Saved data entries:

● ● ● ●

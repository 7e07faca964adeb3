"""The board page's power-up sequence: the JSON form, a refusal naming the field, the timelines and checks,
the approval form; the demo's failing sequence waived under the team's rules before it is approved."""

from __future__ import annotations

import csv
import io
import json
import re

import pytest

from sqlalchemy import func, select

from server.demo import seed_if_empty
from server.models import Board, BoardSequenceResult, Job, Product, Rail, RailRevision, User
from server.services import governance, rail_edits
from server.services.access import Actor
from tests.job_support import run_queued_jobs
from tests.pages.helpers import log_in, seed_board


@pytest.fixture
def seeded(people, session_factory) -> dict:
    return seed_board(session_factory, analysed=0, unanalysed=2)


def _sequence(**enable_0) -> dict:
    return {"schema": "railsign.sequence/1", "name": "Power-up",
            "supplies": [{"id": "in12", "name": "12 V input", "v_nom": 12.0, "v_min": 11.4, "r_source": 0.05,
                          "i_max": 6.0, "uvlo": [10.0]}],
            "rails": [{"id": "first", "ref": "RAIL_0", "supply": "in12", "enable": enable_0 or {"at": 0.0}},
                      {"id": "second", "ref": "RAIL_1", "supply": "in12",
                       "enable": {"after": "first", "threshold": 0.9, "delay": 2e-3}}]}


def test_the_sequence_form_refuses_a_cycle_then_saves_and_the_page_shows_the_timelines(client, app, people,
                                                                                      seeded):
    board = seeded["board_id"]
    csrf = log_in(client, app, people.ids["designer"])
    page = client.get(f"/boards/{board}")
    assert "No power-up sequence yet" in page.text and 'id="sequence-document"' in page.text
    bad = json.dumps(_sequence(after="second", threshold=0.9))
    r = client.post(f"/boards/{board}/sequence", data={"document": bad, "csrf_token": csrf})
    assert r.status_code == 422
    assert "document.rails[0].enable.after" in r.text and "cycle in the enable chain" in r.text
    assert "No power-up sequence yet" in r.text  # nothing stored; the typed text stays
    assert "&#34;after&#34;: &#34;second&#34;" in r.text or "&quot;after&quot;: &quot;second&quot;" in r.text
    r = client.post(f"/boards/{board}/sequence", data={"document": json.dumps(_sequence()), "csrf_token": csrf},
                    follow_redirects=False)
    assert r.status_code == 303, r.text[:2000]
    page = client.get(f"/boards/{board}")  # the save queued the analysis: the page names its job
    with app.state.sessionmaker() as s:
        job = s.scalar(select(Job).where(Job.kind == "sequence"))
    assert 'id="sequence-pending"' in page.text and f'href="/api/v1/jobs/{job.id}"' in page.text
    assert 'id="sequence-nominal"' not in page.text and 'id="sequence-outdated"' not in page.text
    assert client.get(f"/boards/{board}/sequence.csv").status_code == 404  # no result of these inputs yet
    assert run_queued_jobs(app) == [job.id]
    page = client.get(f"/boards/{board}")
    assert 'id="sequence-pending"' not in page.text
    assert 'id="sequence-nominal"' in page.text and 'id="sequence-supply_low"' in page.text
    assert "Rail second reaches power-good (nominal supply)" in page.text
    # the time lines download as CSV from the stored result: a row per instant of each corner
    assert f'href="/boards/{board}/sequence.csv"' in page.text
    table = client.get(f"/boards/{board}/sequence.csv")
    assert table.status_code == 200 and table.headers["content-type"].startswith("text/csv")
    lines = list(csv.reader(io.StringIO(table.text)))
    assert lines[0][:3] == ["Corner", "Time (s)", "12 V input: voltage (V)"]
    assert "Rail second (RAIL_1): input current (A)" in lines[0]
    with app.state.sessionmaker() as s:
        stored = s.scalar(select(BoardSequenceResult)).result
    corners = [c["title"] for c in stored["corners"]]
    assert {row[0] for row in lines[1:]} == set(corners)
    assert len(lines) - 1 == sum(len(c["series"]["t"]) for c in stored["corners"])
    first = next(row for row in lines[1:] if row[0] == corners[0] and float(row[1]) > 0)
    k = stored["corners"][0]["series"]["t"].index(float(first[1]))
    assert float(first[2]) == stored["corners"][0]["series"]["supplies"]["in12"]["v"][k]
    assert "does not certify hardware" in page.text
    assert 'id="approve-sequence"' not in page.text  # a designer does not review


def test_the_page_lists_the_sequence_revisions_with_their_changes_in_words(client, app, people, seeded):
    board = seeded["board_id"]
    csrf = log_in(client, app, people.ids["designer"])
    first = _sequence()
    second = _sequence()
    second["supplies"][0]["i_max"] = 4.5
    second["rails"][1]["enable"]["threshold"] = 0.8
    for doc, message in ((first, "first cut"), (second, "smaller adapter")):
        r = client.post(f"/boards/{board}/sequence", data={"document": json.dumps(doc), "message": message,
                                                          "csrf_token": csrf}, follow_redirects=False)
        assert r.status_code == 303, r.text[:2000]
    html = client.get(f"/boards/{board}").text
    assert "Revisions of the sequence (2)" in html
    newest = html[html.index('id="sequence-revision-2"'):html.index('id="sequence-revision-1"')]
    assert "smaller adapter" in newest and "Changed from revision 1" in newest
    rows = dict(re.findall(r'<tr data-field="([^"]+)"><td>([^<]+)</td>', newest))
    # the fields in words, the values in engineering notation with their units
    assert rows == {"supplies[0].i_max": "Shared supply 1 current capability",
                    "rails[1].enable.threshold": "Sequence rail 2 enabling power-good threshold"}
    assert "6 A" in newest and "4.5 A" in newest and "90% of the rail&#39;s output" in newest
    oldest = html[html.index('id="sequence-revision-1"'):]
    assert "first cut" in oldest and "The first revision." in oldest


def test_a_reviewer_approves_the_sequence_from_the_page(client, app, people, seeded):
    board = seeded["board_id"]
    csrf = log_in(client, app, people.ids["designer"])
    client.post(f"/boards/{board}/sequence", data={"document": json.dumps(_sequence()), "csrf_token": csrf})
    csrf = log_in(client, app, people.ids["reviewer"])
    assert 'id="approve-sequence"' not in client.get(f"/boards/{board}").text  # no result yet: nothing to approve
    run_queued_jobs(app)
    page = client.get(f"/boards/{board}")
    sha = page.text.split('name="sha256" value="')[1].split('"')[0]
    r = client.post(f"/boards/{board}/sequence/approvals", data={"sha256": sha, "comment": "dips checked",
                                                                "csrf_token": csrf}, follow_redirects=False)
    assert r.status_code == 303
    page = client.get(f"/boards/{board}")
    assert "reviewer, revision 1: dips checked" in page.text


def _transition_buttons(html: str) -> list[str]:
    """The names of the sequence's transition buttons on the board page."""
    section = html.split('id="sequence-transitions"')[1].split("</ul>\n")[0] if 'id="sequence-transitions"' in html \
        else ""
    return re.findall(r'name="transition" value="([^"]+)"', section)


def test_the_page_shows_the_sequence_state_its_blockers_and_a_button_per_transition(client, app, people, seeded):
    board = seeded["board_id"]
    csrf = log_in(client, app, people.ids["designer"])
    client.post(f"/boards/{board}/sequence", data={"document": json.dumps(_sequence()), "csrf_token": csrf})
    run_queued_jobs(app)
    page = client.get(f"/boards/{board}")
    state = page.text.split('id="sequence-state"')[1].split("</p>")[0]
    assert '<span class="tag">in design</span>' in state and "(signed off)" not in state
    assert _transition_buttons(page.text) == ["submit for review"]
    sha = page.text.split('name="sha256" value="')[1].split('"')[0]
    r = client.post(f"/boards/{board}/sequence/transitions", follow_redirects=False,
                    data={"sha256": sha, "transition": "submit for review", "comment": "", "csrf_token": csrf})
    assert r.status_code == 303, r.text[:2000]
    log_in(client, app, people.ids["viewer"])
    page = client.get(f"/boards/{board}")
    assert '<span class="tag">awaiting review</span>' in page.text.split('id="sequence-state"')[1].split("</p>")[0]
    assert _transition_buttons(page.text) == []  # viewers read the state, and take nothing
    csrf = log_in(client, app, people.ids["reviewer"])
    page = client.get(f"/boards/{board}")
    assert "not yet: needs 1 approval of revision 1 by reviewers; it has 0" in page.text
    assert "accept margins" not in _transition_buttons(page.text) and "send back" in _transition_buttons(page.text)
    refused = client.post(f"/boards/{board}/sequence/transitions",
                          data={"sha256": sha, "transition": "accept margins", "comment": "", "csrf_token": csrf})
    assert refused.status_code == 409
    assert "cannot be taken yet: needs 1 approval" in refused.text and 'role="alert"' in refused.text
    csrf2 = log_in(client, app, people.ids["reviewer2"])
    r = client.post(f"/boards/{board}/sequence/approvals", follow_redirects=False,
                    data={"sha256": sha, "comment": "dips checked", "csrf_token": csrf2})
    assert r.status_code == 303
    csrf = log_in(client, app, people.ids["reviewer"])
    assert "accept margins" in _transition_buttons(client.get(f"/boards/{board}").text)
    r = client.post(f"/boards/{board}/sequence/transitions", follow_redirects=False,
                    data={"sha256": sha, "transition": "accept margins", "comment": "ok", "csrf_token": csrf})
    assert r.status_code == 303
    state = client.get(f"/boards/{board}").text.split('id="sequence-state"')[1].split("</p>")[0]
    assert '<span class="tag">margins accepted</span> (signed off)' in state and "by reviewer (revision 1)" in state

● ● ● ●

For this task, write out exactly the lines of the entries above, starting at the line with "not in _transition_buttons(page.text)" and ending at the line with "taken yet: needs", both included, and no others.

    assert "accept margins" not in _transition_buttons(page.text) and "send back" in _transition_buttons(page.text)
    refused = client.post(f"/boards/{board}/sequence/transitions",
                          data={"sha256": sha, "transition": "accept margins", "comment": "", "csrf_token": csrf})
    assert refused.status_code == 409
    assert "cannot be taken yet: needs 1 approval" in refused.text and 'role="alert"' in refused.text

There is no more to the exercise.